The Ravens were also having success running on third down. We see a quarterback power run to the boundary on this pin-pull concept with the H-Back, playside tackle, and backside guard pulling to lead block for Jackson. Yiadom had a good opportunity to make this stop and force the fourth down, but he just couldn’t make the play.

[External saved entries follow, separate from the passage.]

//! Against another reader: what gemmi 0.7.5 reads from the same file (`tools/cif_values.py` made the table).

use cif::{Entry, Kind, Value, parse};

fn line(block: &str, tag: &str, row: usize, value: Value<'_>) -> String {
    let (kind, text) = match value.kind() {
        Kind::Unknown => ("unknown", String::new()),
        Kind::Inapplicable => ("inapplicable", String::new()),
        Kind::Text(text) => ("text", text.replace('\\', "\\\\").replace('\n', "\\n").replace('\t', "\\t")),
        Kind::List(_) | Kind::Table(_) => panic!("no such value in CIF 1.1"),
    };
    format!("{block}\t{tag}\t{row}\t{kind}\t{text}")
}

#[test]
fn every_value_is_read_as_gemmi_reads_it() {
    let document = parse(include_bytes!("data/quotes_lf.cif"), "quotes_lf.cif").unwrap();
    let mut ours = Vec::new();
    for block in document.blocks() {
        for entry in block.entries() {
            match entry {
                // gemmi does not unfold text fields.
                Entry::Item(item) if matches!(item.tag, "_folded" | "_prefixed") => {}
                Entry::Item(item) => ours.push(line(block.name(), item.tag, 0, item.value)),
                Entry::Loop(found) => {
                    for row in 0..found.len() {
                        let cells = found.tags().zip(found.row(row));
                        ours.extend(cells.map(|(tag, value)| line(block.name(), tag, row, value)));
                    }
                }
            }
        }
    }
    let theirs: Vec<&str> = include_str!("data/gemmi_values.tsv").lines().skip(1).collect();
    assert_eq!(ours, theirs);
}
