//! What must hold for any bytes: no panic; structures that can be worked with, or a message that helps.

use structure_factor::{Structure, f_squared};
use values::Diagnostic;

/// Cu Kα1, 8047.8 eV (1.5405929 Å: Hölzer et al., Phys. Rev. A 56 (1997) 4554).
const COPPER_EV: f64 = 8047.8;
const REFLECTIONS: [[i32; 3]; 4] = [[1, 0, 0], [1, 1, 1], [2, -1, 3], [0, 0, 4]];

/// Reads the bytes as a CIF and as TOML. Which of the two they are.
pub fn holds_for(bytes: &[u8]) -> [bool; 2] {
    let cif = Structure::from_cif(bytes, "any");
    // The file is read to text before; what is no UTF-8 never comes so far.
    let toml = Structure::from_toml(&String::from_utf8_lossy(bytes), "any").map(|structure| vec![structure]);
    [cif, toml].map(|read| match read {
        Ok(structures) => {
            assert!(!structures.is_empty());
            structures.iter().for_each(check_structure);
            true
        }
        Err(message) => {
            check_message(&message);
            false
        }
    })
}

fn check_message(message: &Diagnostic) {
    let place = message.location.as_ref();
    assert!(place.is_some_and(|place| place.line > 0 && place.column > 0 && place.width > 0), "{message}");
    assert!(!message.found.is_empty() && !message.expected.is_empty() && !message.mend.is_empty(), "{message}");
}

fn check_structure(structure: &Structure) {
    assert!(structure.cell.volume() > 0.0 && structure.cell.volume().is_finite());
    assert!(!structure.atoms.is_empty() && structure.notes.iter().all(|note| !note.is_empty()));
    for atom in &structure.atoms {
        assert!(atom.position.iter().all(|x| x.is_finite()) && (0.0..=1000.0).contains(&atom.occupancy), "{atom:?}");
    }
    for (atom, site) in structure.atoms.iter().zip(structure.expand()) {
        assert!((1..=structure.group.operations().len()).contains(&site.multiplicity), "{atom:?}");
        assert!(site.positions.iter().flatten().all(|x| (0.0..1.0).contains(x)), "{atom:?} {site:?}");
    }
    assert!(structure.z() > 0.0 && !structure.formula().is_empty());
    if let Ok(density) = structure.density_g_cm3() {
        assert!(density.is_finite() && density >= 0.0, "{density}");
    }
    for energy_ev in [None, Some(COPPER_EV)] {
        match f_squared(structure, &REFLECTIONS, energy_ev) {
            Ok(values) => assert!(values.iter().all(|f2| *f2 >= 0.0), "{values:?} of {structure:?}"),
            Err(error) => assert!(!error.to_string().is_empty()),
        }
    }
}
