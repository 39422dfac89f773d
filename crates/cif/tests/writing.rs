//! The text that is written: quotes, lines below 80 characters, versions.

use cif::{Builder, Datum, Version, parse, write};
use values::Measured;

/// The lines of an item alone.
fn one(value: impl Into<Datum>) -> String {
    let mut file = Builder::default();
    file.block("x").item("_a", value);
    let text = file.write().unwrap_or_else(|error| panic!("{error}"));
    text.lines().skip(3).collect::<Vec<_>>().join("\n")
}

#[test]
fn quotes_are_chosen_by_what_the_text_holds() {
    let column = |value: &str| format!("_a                                {value}");
    for (text, written) in [
        ("word", "word"),
        ("two words", "'two words'"),
        ("a dog's life", "\"a dog's life\""),
        ("?", "'?'"),
        (".", "'.'"),
        ("", "''"),
        ("5.43(2)", "'5.43(2)'"),
        ("data_x", "'data_x'"),
        ("Loop_", "'Loop_'"),
        ("_tag", "'_tag'"),
        ("#c", "'#c'"),
        ("C#1", "C#1"),
        (";x", "';x'"),
        ("[Fe2O3]", "'[Fe2O3]'"),
        ("5'-bromo-\"2\"-x", "5'-bromo-\"2\"-x"),
        ("5'-bromo \"2\"-x", "'5'-bromo \"2\"-x'"),
    ] {
        assert_eq!(one(text), column(written), "{text}");
    }
    assert_eq!(one("it' s \"x\" y"), "_a\n;it' s \"x\" y\n;");
    assert_eq!(one("two\nlines"), "_a\n;two\nlines\n;");
    assert_eq!(one("two\r\nlines"), "_a\n;two\nlines\n;");
    assert_eq!(one("a\n;b"), "_a\n;>\\\\\n>a\n>;b\n;");
    assert_eq!(one(Datum::Unknown), column("?"));
    assert_eq!(one(Datum::Inapplicable), column("."));
    assert_eq!(one(f64::NAN), column("?"));
    assert_eq!(one(Measured::new(5.431_123, 0.000_04)), column("5.43112(4)"));
}

#[test]
fn lines_stay_below_eighty_characters_where_values_allow_it() {
    let mut file = Builder::default();
    let row = || (0..12).map(|i| Datum::from(Measured::new(f64::from(i) + 0.123_45, 0.000_12))).collect::<Vec<_>>();
    let tags: Vec<String> = (0..12).map(|i| format!("_column_{i}")).collect();
    let tags: Vec<&str> = tags.iter().map(String::as_str).collect();
    file.comment("made for a test\nof lines")
        .block("x")
        .item("_a_tag_that_is_quite_long_for_a_tag_of_an_item", "a text that does not fit behind it in the line")
        .looped(&tags, vec![row(), row()]);
    let text = file.write().unwrap();
    assert!(text.starts_with("#\\#CIF_1.1\n# made for a test\n# of lines\n\ndata_x\n"), "{text}");
    assert!(text.lines().all(|line| line.len() < 80), "{text}");
    assert!(text.ends_with("\n") && !text.contains('\r'));
    // Each row begins on a new line.
    assert_eq!(text.lines().filter(|line| line.starts_with("0.12345(12) ")).count(), 2, "{text}");
}

#[test]
fn only_lines_beyond_the_limit_of_cif_are_folded() {
    let long = "x ".repeat(500);
    assert_eq!(one(long.as_str()), format!("_a\n'{long}'"));
    let beyond = "x ".repeat(1500);
    let folded = one(beyond.as_str());
    assert!(folded.starts_with("_a\n;\\\nx x "), "{folded}");
    assert!(folded.lines().all(|line| line.len() < 80), "{folded}");
}

#[test]
fn characters_outside_ascii_make_it_cif_2_0() {
    let mut file = Builder::default();
    file.block("x").item("_name", "Müller's \"x\"").item("_b", "[a]");
    let text = file.write().unwrap();
    assert!(text.starts_with("#\\#CIF_2.0\n"), "{text}");
    assert!(text.contains("'''Müller's \"x\"'''"), "{text}");
    // A document of CIF 1.1 likewise, but not for what stands in comments.
    for (source, version) in [
        ("data_x _a Müller", Version::V2_0),
        ("data_x # Müller\n_a 1", Version::V1_1),
        ("data_ü _a 1", Version::V2_0),
        ("data_x save_f loop_ _a ü save_", Version::V2_0),
    ] {
        let written = write(&parse(source.as_bytes(), "x.cif").unwrap());
        assert_eq!(parse(written.as_bytes(), "x.cif").unwrap().version(), version, "{source}");
    }
}

#[test]
fn what_the_builder_cannot_write_is_refused() {
    type Fill = fn(&mut Builder);
    let cases: [(Fill, &str); 9] = [
        (
            |file| {
                file.block("two words");
            },
            "the block name `two words`",
        ),
        (
            |file| {
                file.block("");
            },
            "the block name ``",
        ),
        (
            |file| {
                file.block("x").item("a", 1);
            },
            "the tag `a`",
        ),
        (
            |file| {
                file.block("x").item("_a b", 1);
            },
            "the tag `_a b`",
        ),
        (
            |file| {
                file.block("x").item("_", 1);
            },
            "the tag `_`",
        ),
        (
            |file| {
                file.block("x").item("_a", 1).item("_A", 2);
            },
            "the tag `_A` occurs a second time",
        ),
        (
            |file| {
                file.block("x").looped(&["_a"], vec![]);
            },
            "a loop with 1 tags and 0 rows",
        ),
        (
            |file| {
                file.block("x").looped(&["_a", "_b"], vec![vec![1.into()]]);
            },
            "row 1 of the loop of `_a`",
        ),
        (
            |file| {
                file.block("x").item("_a", "bell\u{7}");
            },
            "the character U+0007",
        ),
    ];
    for (fill, found) in cases {
        let mut file = Builder::default();
        fill(&mut file);
        let error = file.write().unwrap_err().to_string();
        assert!(error.contains(found), "{found}: {error}");
    }
}
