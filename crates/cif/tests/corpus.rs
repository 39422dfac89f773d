//! Every file of the fuzzing corpus, replayed: no panic, an end, and what is read is written so that it is read back.

mod check;

use std::path::Path;

#[test]
fn every_file_of_the_corpus_is_refused_or_read_back_the_same() {
    let folder = Path::new(env!("CARGO_MANIFEST_DIR")).join("../../fuzz/corpus/cif");
    let mut files: Vec<_> = std::fs::read_dir(&folder).unwrap().map(|entry| entry.unwrap().path()).collect();
    files.sort();
    let read = files.iter().filter(|file| check::holds_for(&std::fs::read(file).unwrap())).count();
    // A corpus of which nothing is read, or nothing refused, tests half of the reader.
    assert!(read >= 20 && files.len() - read >= 20, "{read} of {} files were read", files.len());
}
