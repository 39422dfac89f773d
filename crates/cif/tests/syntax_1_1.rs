//! The points of CIF 1.1 syntax, on small files made for them.
//!
//! Source of the expectations: International Tables for Crystallography G (2005), ch. 2.2, from memory; what gemmi reads
//! from the same files is in `outside.rs`.

use cif::{Document, Kind, Quoting, Version, parse};

const FILES: [(&str, &[u8]); 5] = [
    ("quotes_lf.cif", include_bytes!("data/quotes_lf.cif")),
    ("quotes_crlf.cif", include_bytes!("data/quotes_crlf.cif")),
    ("quotes_cr.cif", include_bytes!("data/quotes_cr.cif")),
    ("quotes_bom.cif", include_bytes!("data/quotes_bom.cif")),
    ("quotes_tabs.cif", include_bytes!("data/quotes_tabs.cif")),
];

fn read(text: &str) -> Document {
    parse(text.as_bytes(), "x.cif").unwrap_or_else(|error| panic!("{error}"))
}

fn text_of(document: &Document, tag: &str) -> String {
    let value = document.blocks().find_map(|block| block.get(tag));
    value.unwrap_or_else(|| panic!("{tag}")).text().unwrap_or_else(|| panic!("{tag}")).into_owned()
}

#[test]
fn every_line_end_mark_and_tab_gives_the_same_values() {
    let first = parse(FILES[0].1, FILES[0].0).unwrap();
    for (name, bytes) in FILES {
        let document = parse(bytes, name).unwrap_or_else(|error| panic!("{error}"));
        assert_eq!(document, first, "{name}");
        assert_eq!(document.version(), Version::V1_1);
        assert!(document.warnings().is_empty(), "{name}: {:?}", document.warnings());
        // The last value stands in line 48 of each file, whatever ends its lines.
        let last = document.block("SECOND").unwrap().column("_ONLY_one").unwrap().get(3).unwrap();
        assert_eq!((last.location().line, last.location().column), (48, 1), "{name}");
    }
}

#[test]
fn quotes_inside_quotes_comments_and_fields_are_read_as_the_standard_says() {
    let document = parse(FILES[0].1, FILES[0].0).unwrap();
    for (tag, text) in [
        ("_dog", "a dog's life"),
        ("_compound", "5'-bromo-\"2\"-chloro"),
        ("_prime", "5'-bromo"),
        ("_hash", "C#1"),
        ("_semicolon", "a;b"),
        ("_quoted_unknown", "?"),
        ("_empty", ""),
        ("_formula", "[Fe2O3]"),
        ("_text", "first line\n ; a semicolon inside the line\nsecond; line\n \nlast line"),
        ("_after_field", "following"),
        ("_folded", "one long line goes on\nnext line"),
        ("_prefixed", ";not the end\nend"),
        ("_backslash", "no marker\\\nnext"),
    ] {
        assert_eq!(text_of(&document, tag), text, "{tag}");
    }
    let block = document.block("quotes").unwrap();
    assert_eq!(block.get("_unknown").unwrap().kind(), Kind::Unknown);
    assert_eq!(block.get("_inapplicable").unwrap().kind(), Kind::Inapplicable);
    assert!(!block.get("_quoted_unknown").unwrap().is_missing());
    assert_eq!(block.get("_dog").unwrap().quoting(), Quoting::Quoted);
    assert_eq!(block.get("_hash").unwrap().quoting(), Quoting::Unquoted);
    assert_eq!(block.get("_text").unwrap().quoting(), Quoting::TextField);
}

#[test]
fn a_loop_split_over_lines_has_its_rows_and_columns() {
    let document = parse(FILES[0].1, FILES[0].0).unwrap();
    let block = document.block("Quotes").unwrap();
    let atoms = block.loop_of("_ATOM_SITE_FRACT_Y").unwrap();
    assert_eq!((atoms.width(), atoms.len()), (3, 3));
    assert_eq!(atoms.tags().collect::<Vec<_>>(), ["_atom_site_label", "_atom_site_fract_x", "_atom_site_fract_y"]);
    let labels: Vec<_> = atoms.column("_atom_site_label").unwrap().iter().map(|v| v.text().unwrap()).collect();
    assert_eq!(labels, ["Si1", "O 1", "O 2"]);
    let x = atoms.row(1).nth(1).unwrap().number().unwrap().unwrap();
    assert_eq!(x.to_string(), "0.333(2)");
    assert_eq!(atoms.row(3).len(), 0);
    assert_eq!(atoms.row(2).filter(|value| value.is_missing()).count(), 2);
    // A tag with several values is no single value; it is a column.
    assert!(block.get("_atom_site_label").is_none());
    assert_eq!(block.column("_cell_length_a").unwrap().len(), 1);
}

#[test]
fn places_count_characters_and_include_the_opening_delimiter() {
    let document = read("data_x\n_a 'α β' _b   2.5\n_c\n;long\ntext\n;\n");
    let block = document.blocks().next().unwrap();
    let place = |tag: &str| {
        let at = block.get(tag).unwrap().location();
        (at.line, at.column, at.width)
    };
    assert_eq!(place("_a"), (2, 4, 5));
    assert_eq!(place("_b"), (2, 15, 3));
    assert_eq!(place("_c"), (4, 1, 5));
    assert_eq!(block.location().to_string(), "x.cif:1:1");
    assert_eq!(block.tag_location("_B").unwrap().column, 10);
}

#[test]
fn places_far_into_a_file_with_long_lines_are_exact() {
    let mut text = String::from("data_x\nloop_\n_v\n");
    for row in 0..3000 {
        text.push_str(&format!("{row:04} ä\r\n"));
    }
    text.push_str(&"é ".repeat(9000));
    let document = read(&text);
    let column = document.blocks().next().unwrap().column("_v").unwrap();
    for row in [0_usize, 1, 1000, 2047, 2999] {
        let at = column.get(2 * row).unwrap().location();
        assert_eq!((at.line, at.column, at.width), (4 + row, 1, 4));
    }
    for step in [0_usize, 17, 4095, 8999] {
        let at = column.get(6000 + step).unwrap().location();
        assert_eq!((at.line, at.column), (3004, 2 * step + 1));
    }
}

#[test]
fn keywords_and_names_count_whatever_their_case_and_an_empty_block_name_is_accepted() {
    let document = read("DATA_\n_Tag 1\nLoop_ _V 1 2\nData_B save_F _x 1 SAVE_ _y 2");
    let names: Vec<_> = document.blocks().map(|block| block.name()).collect();
    assert_eq!(names, ["", "B"]);
    let second = document.block("b").unwrap();
    assert_eq!(second.frame("f").unwrap().get("_X").unwrap().text().unwrap(), "1");
    assert!(second.get("_x").is_none(), "what stands in a frame does not stand in its block");
    assert_eq!(second.items().map(|item| item.tag).collect::<Vec<_>>(), ["_y"]);
    assert_eq!(second.frames().count(), 1);
}

#[test]
fn bytes_that_are_not_utf8_are_read_as_latin_1_with_a_warning() {
    let document = parse(b"data_x\n# Universit\xe4t\n_name 'M\xfcller'\n_utf8 'M\xc3\xbcller'", "x.cif").unwrap();
    assert_eq!(text_of(&document, "_name"), "Müller");
    assert_eq!(text_of(&document, "_utf8"), "Müller");
    let [warning] = document.warnings() else { panic!("{:?}", document.warnings()) };
    assert!(warning.to_string().starts_with("x.cif:2:12: the byte 0xE4 is not UTF-8"), "{warning}");
}

#[test]
fn long_lines_and_long_names_are_read_with_one_warning_each() {
    let name = format!("_{}", "n".repeat(75));
    let document = read(&format!("data_x\n{name} 1\n_long {}\n_short '{}'", "1 #".to_owned() + &"x".repeat(3000), "y"));
    assert_eq!(text_of(&document, &name), "1");
    assert_eq!(text_of(&document, "_long"), "1");
    let found: Vec<_> = document.warnings().iter().map(ToString::to_string).collect();
    assert_eq!(found.len(), 2, "{found:?}");
    assert!(found[0].starts_with("x.cif:3:2049: a line has more than 2048 characters"), "{}", found[0]);
    assert!(found[1].starts_with("x.cif:2:1: the tag `_nnn"), "{}", found[1]);
    // 2048 characters and 75 are within the limits.
    let name = format!("_{}", "n".repeat(74));
    let document = read(&format!("data_x\r\n{name} 1\r\n_a 1 #{}\r\n", "x".repeat(2048 - 6)));
    assert!(document.warnings().is_empty(), "{:?}", document.warnings());
}

#[test]
fn warnings_are_bounded_however_often_a_fault_occurs() {
    let document = read(&format!("data_x loop_ _v {}", "5.43() ".repeat(5000)));
    assert_eq!(document.warnings().len(), 101);
    assert!(document.warnings()[100].found.starts_with("49"), "{}", document.warnings()[100]);
}

#[test]
fn formulas_in_brackets_are_text_in_cif_1_1() {
    let document = read("data_x _a [Fe2O3] _b [Fe(CN)6]3- _c {x} _d a[1]");
    for (tag, text) in [("_a", "[Fe2O3]"), ("_b", "[Fe(CN)6]3-"), ("_c", "{x}"), ("_d", "a[1]")] {
        assert_eq!(text_of(&document, tag), text);
    }
}

#[test]
fn a_file_without_data_block_is_read_with_a_warning() {
    for text in ["", "# only a comment", "\u{feff}", "\r\n\r\n"] {
        let document = read(text);
        assert_eq!(document.blocks().count(), 0);
        assert_eq!(document.warnings().len(), 1, "{text:?}");
    }
}

#[test]
fn two_blocks_of_one_name_are_kept_with_a_warning() {
    let document = read("data_a _x 1\ndata_A _x 2");
    assert_eq!(document.blocks().count(), 2);
    assert!(document.warnings()[0].to_string().starts_with("x.cif:2:1: the data block name `A` occurs again"));
    assert_eq!(text_of(&document, "_x"), "1");
}

#[test]
fn an_end_of_file_mark_of_old_systems_is_skipped() {
    assert_eq!(text_of(&read("data_x _a 1\r\n\u{1a}"), "_a"), "1");
}
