//! Each fault of CIF 1.1 syntax gets a message at its place that says how to mend it.

use cif::parse;

fn refused(text: &[u8]) -> String {
    match parse(text, "x.cif") {
        Err(error) => error.to_string(),
        Ok(_) => panic!("{:?} was read", String::from_utf8_lossy(text)),
    }
}

#[test]
fn every_fault_is_named_where_it_is() {
    for (text, start) in [
        ("_a 1\ndata_x", "x.cif:1:1: `_a` before the first data block"),
        ("# c\n text", "x.cif:2:2: `text` before the first data block"),
        ("data_x\n_a 'open\n_b 1", "x.cif:2:4: the string opened here by ' is not closed in its line"),
        ("data_x\n_a \"open", "x.cif:2:4: the string opened here by \" is not closed in its line"),
        ("data_x\n_a\n;text\n ;\n", "x.cif:3:1: the text field opened here is not closed"),
        ("data_x\n_a\n;text\n;more\n;\n", "x.cif:4:1: the text field of line 3 is closed by this semicolon"),
        ("data_x\n_a _b 1", "x.cif:2:1: the tag `_a` has no value: `_b` follows"),
        ("data_x\n_a", "x.cif:2:1: the tag `_a` has no value: the file ends"),
        ("data_x\n_a loop_ _b 1", "x.cif:2:1: the tag `_a` has no value: `loop_` follows"),
        ("data_x\n_a 1 2", "x.cif:2:6: the value `2` without a tag"),
        ("data_x\n_ 1", "x.cif:2:1: a tag of a lone underscore"),
        ("data_x\n_a 1\n_A 2", "x.cif:3:1: the tag `_A` occurs a second time in its block; first in line 2"),
        ("data_x\n_a 1 loop_ _b _a 2 3", "x.cif:2:15: the tag `_a` occurs a second time"),
        ("data_x\nloop_\n_a _b\n1 2 3", "x.cif:2:1: the loop has 2 tags and 3 values: 1 left over"),
        ("data_x\nloop_\n_a _b\n_c", "x.cif:2:1: the loop has 3 tags and no values"),
        ("data_x\nloop_\n1 2", "x.cif:2:1: loop_ without tags"),
        ("data_x\nloop_", "x.cif:2:1: loop_ without tags"),
        ("data_x\nglobal_", "x.cif:2:1: the reserved word `global_`"),
        ("data_x\nloop_ _a 1 stop_", "x.cif:2:12: the reserved word `stop_`"),
        ("data_x\n_a $frame", "x.cif:2:4: the value `$frame` begins with $"),
        ("data_x\nsave_", "x.cif:2:1: save_ closes a save frame, but none is open"),
        ("data_x\nsave_f\n_a 1", "x.cif:2:1: the save frame opened here is not closed"),
        ("data_x\nsave_f\ndata_y", "x.cif:2:1: the save frame opened here is not closed"),
        ("data_x\nsave_f\nsave_g", "x.cif:3:1: a save frame inside the save frame of line 2"),
        ("data_x\n_a 1\u{0}", "x.cif:2:5: a NUL character"),
        ("data_x\n_a \u{7}", "x.cif:2:4: the character U+0007"),
        ("data_x\n_a '''two\nlines'''", "x.cif:2:4: the string opened here by ' is not closed in its line"),
    ] {
        let error = refused(text.as_bytes());
        assert!(error.starts_with(start), "{text:?}: {error}");
        assert!(error.contains("; expected ") && error.contains("; to mend: "), "{error}");
    }
}

#[test]
fn hints_name_the_likely_cause() {
    for (text, hint) in [
        ("data_x\n_a 5.43 (2)", "delete the blank between the number and its s.u."),
        ("data_x\nloop_ _a _b\n1 2 (3)", "delete the blank before the s.u. `(3)` in line 3"),
        ("data_x\nloop_ _a _b\n1 2\n3 4\n5", "the last full row ends in line 4"),
        ("data_x\n_a '''two\nlines'''", "#\\#CIF_2.0 as the first line"),
    ] {
        let error = refused(text.as_bytes());
        assert!(error.contains(hint), "{text:?}: {error}");
    }
}

#[test]
fn utf_16_gets_a_message_with_and_without_its_mark() {
    let little: Vec<u8> = "data_x _a 1".encode_utf16().flat_map(u16::to_le_bytes).collect();
    let big: Vec<u8> = "data_x _a 1".encode_utf16().flat_map(u16::to_be_bytes).collect();
    for bytes in [[&[0xFF, 0xFE], &little[..]].concat(), [&[0xFE, 0xFF], &big[..]].concat()] {
        assert!(refused(&bytes).starts_with("x.cif:1:1: the file begins with the byte order mark of UTF-16"));
    }
    assert!(refused(&little).starts_with("x.cif:1:2: a NUL character: the file is binary, or UTF-16"));
    assert!(refused(&big).starts_with("x.cif:1:1: a NUL character"));
}

#[test]
fn a_line_of_ten_megabytes_is_read_or_refused_at_once() {
    // As values of a loop: read, with a warning of the line.
    let mut text = String::from("data_x\nloop_ _a\n");
    text.push_str(&"0.1() ".repeat(10_000_000 / 6));
    let document = parse(text.as_bytes(), "x.cif").unwrap();
    assert!(document.warnings()[0].to_string().starts_with("x.cif:3:2049: a line has more than 2048 characters"));
    // As one token, one string without end, one tag: the message shows its beginning only.
    for body in ["x", "_a '", "_", "_a 1 _a", "_a [", "_a $"] {
        let error = refused(format!("data_x\n{body}{}", "y".repeat(10_000_000)).as_bytes());
        assert!(error.len() < 500, "{} characters for {body:?}", error.len());
    }
    // A fault at the end of such a line has its column.
    let error = refused(format!("data_x\n_a '{}' _a 2", "y".repeat(10_000_000)).as_bytes());
    assert!(error.starts_with("x.cif:2:10000007: the tag `_a` occurs a second time"), "{error}");
}

#[test]
fn numbers_say_what_is_wrong_with_them_at_their_place() {
    for (value, found) in [
        ("5,43", "a comma for the decimal point"),
        ("\u{2212}0.5", "a minus sign that is not the hyphen of ASCII"),
        ("'5.43 (2)'", "a blank inside"),
        ("(2)", "an s.u. alone"),
        ("1.0D+03", "an exponent with D"),
        ("1O23", "`1O23` is not a number"),
    ] {
        let document = parse(format!("data_x\n_a {value}").as_bytes(), "x.cif").unwrap();
        let error = document.blocks().next().unwrap().get("_a").unwrap().number().unwrap_err().to_string();
        assert!(error.starts_with("x.cif:2:4: ") && error.contains(found), "{error}");
    }
}

#[test]
fn numbers_have_their_standard_uncertainty_and_missing_ones_are_none() {
    // Outside: International Tables G (2005), section 2.2.7, from memory: the s.u. belongs to the last digits.
    for (value, expected, u) in [
        ("5.4311(8)", 5.4311, 0.0008),
        ("12.3(12)", 12.3, 1.2),
        ("1234(5)", 1234.0, 5.0),
        ("1.5E-3(2)", 0.0015, 0.0002),
        ("'5.43'", 5.43, 0.0),
        ("5.43()", 5.43, 0.0),
        ("0.333(?)", 0.333, 0.0),
        ("-.5", -0.5, 0.0),
    ] {
        let document = parse(format!("data_x\n_a {value}").as_bytes(), "x.cif").unwrap();
        let number = document.blocks().next().unwrap().get("_a").unwrap().number().unwrap().unwrap();
        assert!((number.value - expected).abs() <= 1e-12 * expected.abs(), "{value}: {number:?}");
        assert!((number.u - u).abs() <= 1e-12 * u, "{value}: {number:?}");
        let warned = document.warnings().iter().any(|w| w.found.contains("parentheses without an s.u."));
        assert_eq!(warned, value.contains("()") || value.contains("(?)"), "{value}");
    }
    let document = parse(b"data_x _a ? _b . _c '?'", "x.cif").unwrap();
    let block = document.blocks().next().unwrap();
    assert_eq!(block.get("_a").unwrap().number(), Ok(None));
    assert_eq!(block.get("_b").unwrap().number(), Ok(None));
    assert!(block.get("_c").unwrap().number().is_err(), "a quoted question mark is text");
}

This looks like it could have been a bluff zone read quarterback power with pulling backside lineman to lead block for Jackson. Another successful designed quarterback run by this offense. Backside defenders have to be patient and see Jackson work through the mesh point before reacting. Peppers makes a big stop in space against Jackson, but, once again, the first down is picked up.

Play(s) 4: Missed chances

I am not insinuating that the Giants would have won this football game if these three errors didn’t happen, but I am saying that the game could have been more entertaining. The 3rd & 4 drop by Austin Mack (81) could have extended the drive, held the defense on the sideline, and maybe sparked the offense which was rather stagnant at that point of the game. The Darius Slayton (86) miss was irrelevant to the outcome, but Slayton has been relatively quiet for some time, and a big play like this couldn’t have hurt his confidence. The throw was off Jones’ back foot, and could have been a bit better. The shot deep to Engram was aggressive and just out of the reach of the Pro Bowler, but Engram was blanketed on the route. It was great coverage by Chuck Clark (36). These plays are just microcosms of not only the offensive performance, but the defense as well: missed opportunities, missed assignments, bad execution.

Play(s) 5: Thrice sacks

This sequence of plays was consecutive. Stare at the sun - just painful. In the first sack, Matt Peart (74) just allows Matthew Judon (99) to win with speed, attack his outside shoulder, and use flexibility to bend the edge. Judon does a great job using his speed and dip to rip through Peart who did a poor job getting depth with his third step in the set, and also lunged while not utilizing his length and punch to ride Judon away from the pocket. The second sack was a well timed tackle-end stunt and it doesn’t seem like Peart was expecting Calais Cambell (93). Kevin Zeitler (70) does a good job seeing the stunt and passing Cambell to Peart, but the rookie wasn’t on the same page as the veteran. Peart seemed concerned with Judon’s speed after getting beat by him the play before. It was a bad two plays from Peart, and the next play wasn’t much better for the Giants’ offense. The Giants had two unaccounted for blitzers on the third sack. Daniel Jones didn’t seem to realize what was happening, and the situation (3rd&21) perhaps did not warrant Jones to throw hot. Mack calls the blitz out right before the snap, but the offensive line and Jones seem to not realize the call and Jones gets swung down by Chris Board (49).

Final Thoughts

There were other important plays in this game, but not many were for the Giants. New York did mount a touchdown drive that ended in a Sterling Shepard touchdown reception. It’s wild to think that this 5-10 team still has a real shot at the playoffs, but they do. Dallas’ offense has been playing well recently and they’re coming off a three game winning streak where they scored 30, 41, and 37 points. If Big Blue defeats the Cowboys, and the Eagles beat Washington, then the NFC East belongs to the Giants. All of that seems unlikely with the consistent struggles of the Giants’ offense, but division games can be wild, and anything is possible.